**ABOUT THIS EXERCISE**
Repeat verbatim only the lines from the opening of the material below through the one that contains "from shopterm.errors import InvalidEntry".

---------- PROVIDED RECORDS ----------

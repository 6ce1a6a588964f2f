"""``shopterm export JOB [--format csv|json|card] [-o FILE] [--data-dir DIR]``.

JOB is a job number, or ``last`` for the newest job. The record is opened read-only, so a
running shopterm on the same data is not disturbed.
"""

from __future__ import annotations

import sys
from pathlib import Path

from shopterm.errors import InvalidEntry
from shopterm.job.export import write_whole


def register(subparsers) -> None:
    """Add the ``export`` subcommand to the top-level parser."""
    p = subparsers.add_parser(
        "export", help="write a job out as CSV, JSON or a printable job card",
        description="Write one job out: csv (one row per entry), json (the whole job), "
                    "card (plain text to print and keep with the part).")
    p.add_argument("job", metavar="JOB", help="job number, or 'last' for the newest job")
    p.add_argument("--format", "-f", dest="export_format", default="card",
                   choices=("csv", "json", "card"), help="what to write (default: card)")
    p.add_argument("-o", "--output", metavar="FILE",
                   help="write to FILE instead of the screen ('-' for the screen)")
    # A separate dest, so that `shopterm --data-dir X export 1` is not reset by this default.
    p.add_argument("--data-dir", dest="export_data_dir", metavar="DIR",
                   help="where the job record is kept")
    p.set_defaults(func=run)


def _job_id(text: str, store) -> int:
    t = text.strip().lower()
    if t == "last":
        jobs = store.jobs(include_archived=True)
        if not jobs:
            raise InvalidEntry("There are no jobs in the record yet; there is nothing to export.")
        return jobs[0].id
    try:
        n = int(t)
    except ValueError:
        raise InvalidEntry(f"{text!r} is not a job: give a job number such as 3, or 'last'."
                           ) from None
    store.job(n)          # InvalidEntry if there is no such job
    return n


def run(args) -> int:
    """Write the job out; return 0 (errors are raised as ``ShoptermError`` for the CLI)."""
    from shopterm.job.export import export
    from shopterm.job.store import Store

    directory = getattr(args, "export_data_dir", None) or getattr(args, "data_dir", None)
    store = Store.open_read_only(directory)
    try:
        job_id = _job_id(args.job, store)
        text = export(store.events(job_id), args.export_format,
                      store.job(job_id).status)
    finally:
        store.close()
    out = args.output
    if not out or out == "-":
        sys.stdout.write(text)
        sys.stdout.flush()
        return 0
    _write_file(Path(out), text)
    print(f"Job {job_id} written to {out} ({args.export_format}).", file=sys.stderr)
    return 0


def _write_file(path: Path, text: str) -> None:
    """Write ``text`` to ``path`` whole or not at all; a failure says what to do."""
    try:
        write_whole(path, text)
    except OSError as exc:
        raise InvalidEntry(f"Cannot write {path} ({exc.strerror or exc}); give another file "
                           "with -o.") from None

----------

**RESPONSE BOX**
repository 6ce1a6a588964f2f
"""``shopterm export JOB [--format csv|json|card] [-o FILE] [--data-dir DIR]``.

JOB is a job number, or ``last`` for the newest job. The record is opened read-only, so a
running shopterm on the same data is not disturbed.
"""

from __future__ import annotations

import sys
from pathlib import Path

from shopterm.errors import InvalidEntry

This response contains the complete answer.